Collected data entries
---+---

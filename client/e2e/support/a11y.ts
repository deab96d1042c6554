import { AxeBuilder } from '@axe-core/playwright';
import type { Page } from 'playwright-core';

/** Serious and critical accessibility violations on the page (WCAG 2 A and AA rules). */
export async function seriousViolations(page: Page): Promise<string[]> {
  const results = await new AxeBuilder({ page: page as never }).withTags(['wcag2a', 'wcag2aa']).analyze();
  return results.violations
    .filter((v) => v.impact === 'serious' || v.impact === 'critical')
    .map((v) => `${v.id}: ${v.help} (${v.nodes.map((n) => n.target.join(' ')).join('; ')})`);
}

---+---

| Prompt |
Reproduce the data, keeping every line exactly the same.

| Written answer |
filename client/e2e/support/a11y.ts
repository deab96d1042c6554
import { AxeBuilder } from '@axe-core/playwright';
import type { Page } from 'playwright-core';

/** Serious and critical accessibility violations on the page (WCAG 2 A and AA rules). */
export async function seriousViolations(page: Page): Promise<string[]> {
  const results = await new AxeBuilder({ page: page as never }).withTags(['wcag2a', 'wcag2aa']).analyze();
  return results.violations
    .filter((v) => v.impact === 'serious' || v.impact === 'critical')
    .map((v) => `${v.id}: ${v.help} (${v.nodes.map((n) => n.target.join(' ')).join('; ')})`);
}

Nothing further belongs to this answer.